§ WHAT YOU SHOULD DO: Filter the lines below, copying only those with the string "aria".

[Records drawn from a dataset]
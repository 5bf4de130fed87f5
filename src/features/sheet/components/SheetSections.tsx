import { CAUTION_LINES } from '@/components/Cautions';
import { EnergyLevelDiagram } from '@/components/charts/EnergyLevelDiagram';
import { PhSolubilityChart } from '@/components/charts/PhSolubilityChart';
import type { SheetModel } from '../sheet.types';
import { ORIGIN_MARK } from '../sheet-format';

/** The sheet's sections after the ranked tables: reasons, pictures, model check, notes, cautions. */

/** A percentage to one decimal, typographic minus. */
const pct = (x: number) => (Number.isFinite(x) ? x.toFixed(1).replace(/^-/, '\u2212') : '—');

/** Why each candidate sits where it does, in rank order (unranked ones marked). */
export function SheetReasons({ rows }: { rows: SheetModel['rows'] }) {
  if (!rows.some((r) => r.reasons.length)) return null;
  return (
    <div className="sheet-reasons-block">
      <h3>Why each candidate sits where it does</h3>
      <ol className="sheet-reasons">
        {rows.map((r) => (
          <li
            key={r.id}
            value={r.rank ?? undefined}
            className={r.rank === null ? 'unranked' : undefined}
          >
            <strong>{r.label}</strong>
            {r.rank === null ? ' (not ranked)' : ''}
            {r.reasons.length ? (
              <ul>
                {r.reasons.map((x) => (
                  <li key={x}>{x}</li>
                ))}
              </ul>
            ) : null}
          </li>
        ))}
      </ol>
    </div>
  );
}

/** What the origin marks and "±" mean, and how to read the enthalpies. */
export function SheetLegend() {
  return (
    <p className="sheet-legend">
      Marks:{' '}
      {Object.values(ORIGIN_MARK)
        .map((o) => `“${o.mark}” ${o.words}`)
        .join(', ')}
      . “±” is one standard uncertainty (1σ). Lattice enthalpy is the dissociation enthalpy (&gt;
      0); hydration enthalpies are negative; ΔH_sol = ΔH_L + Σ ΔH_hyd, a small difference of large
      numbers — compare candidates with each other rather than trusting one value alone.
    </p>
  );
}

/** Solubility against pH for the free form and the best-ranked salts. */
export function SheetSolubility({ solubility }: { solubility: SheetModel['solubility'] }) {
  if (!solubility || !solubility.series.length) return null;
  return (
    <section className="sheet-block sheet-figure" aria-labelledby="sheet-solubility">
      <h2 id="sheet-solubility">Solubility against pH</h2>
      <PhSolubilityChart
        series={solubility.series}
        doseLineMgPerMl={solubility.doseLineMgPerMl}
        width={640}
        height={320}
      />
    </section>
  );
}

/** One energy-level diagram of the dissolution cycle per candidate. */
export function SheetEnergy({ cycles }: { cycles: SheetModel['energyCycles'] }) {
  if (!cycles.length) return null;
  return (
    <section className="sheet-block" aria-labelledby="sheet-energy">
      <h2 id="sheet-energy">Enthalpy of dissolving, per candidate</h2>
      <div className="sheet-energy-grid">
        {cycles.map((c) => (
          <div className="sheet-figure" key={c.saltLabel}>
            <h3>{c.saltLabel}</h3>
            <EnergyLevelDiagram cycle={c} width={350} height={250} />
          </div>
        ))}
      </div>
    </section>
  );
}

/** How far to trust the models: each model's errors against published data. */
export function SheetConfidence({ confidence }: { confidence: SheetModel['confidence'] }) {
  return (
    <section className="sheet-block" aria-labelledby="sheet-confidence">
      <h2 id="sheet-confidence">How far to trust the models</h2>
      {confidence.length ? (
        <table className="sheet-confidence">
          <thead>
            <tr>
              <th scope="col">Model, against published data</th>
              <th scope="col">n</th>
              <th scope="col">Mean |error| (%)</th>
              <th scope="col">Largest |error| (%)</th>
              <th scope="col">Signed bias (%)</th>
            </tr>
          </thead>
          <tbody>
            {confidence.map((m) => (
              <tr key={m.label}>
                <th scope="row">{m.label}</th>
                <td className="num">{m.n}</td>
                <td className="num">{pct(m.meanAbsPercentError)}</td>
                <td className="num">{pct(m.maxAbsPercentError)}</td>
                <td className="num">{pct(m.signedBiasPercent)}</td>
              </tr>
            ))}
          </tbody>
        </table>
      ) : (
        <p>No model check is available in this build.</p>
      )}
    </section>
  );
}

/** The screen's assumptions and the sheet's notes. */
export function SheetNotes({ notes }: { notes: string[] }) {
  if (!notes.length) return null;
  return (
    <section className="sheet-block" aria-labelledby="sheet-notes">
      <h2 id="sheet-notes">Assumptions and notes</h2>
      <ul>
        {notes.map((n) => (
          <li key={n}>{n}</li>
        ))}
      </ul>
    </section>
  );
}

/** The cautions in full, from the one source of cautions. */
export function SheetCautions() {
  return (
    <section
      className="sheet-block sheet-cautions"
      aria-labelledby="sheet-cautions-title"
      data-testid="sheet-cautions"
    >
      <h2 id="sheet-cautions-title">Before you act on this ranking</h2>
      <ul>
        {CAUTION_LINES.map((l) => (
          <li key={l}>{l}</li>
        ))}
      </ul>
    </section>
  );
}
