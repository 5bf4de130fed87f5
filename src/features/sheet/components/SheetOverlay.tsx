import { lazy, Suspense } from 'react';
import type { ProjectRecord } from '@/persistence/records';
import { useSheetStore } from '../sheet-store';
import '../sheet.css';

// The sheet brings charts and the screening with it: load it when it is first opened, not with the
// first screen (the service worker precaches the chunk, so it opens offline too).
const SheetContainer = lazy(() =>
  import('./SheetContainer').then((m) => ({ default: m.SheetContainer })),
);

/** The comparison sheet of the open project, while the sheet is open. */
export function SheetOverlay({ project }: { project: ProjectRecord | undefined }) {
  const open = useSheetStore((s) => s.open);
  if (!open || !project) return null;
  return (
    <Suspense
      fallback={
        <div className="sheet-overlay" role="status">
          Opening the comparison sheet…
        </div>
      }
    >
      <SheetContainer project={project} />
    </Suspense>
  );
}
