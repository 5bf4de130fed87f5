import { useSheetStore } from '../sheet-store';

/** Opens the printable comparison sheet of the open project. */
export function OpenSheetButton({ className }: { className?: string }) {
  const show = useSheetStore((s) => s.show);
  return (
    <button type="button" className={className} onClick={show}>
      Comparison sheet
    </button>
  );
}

§ SOLVED PROBLEM:
    <section className="sheet-block sheet-figure" aria-labelledby="sheet-solubility">
    <section className="sheet-block" aria-labelledby="sheet-energy">
    <section className="sheet-block" aria-labelledby="sheet-confidence">
    <section className="sheet-block" aria-labelledby="sheet-notes">
      aria-labelledby="sheet-cautions-title"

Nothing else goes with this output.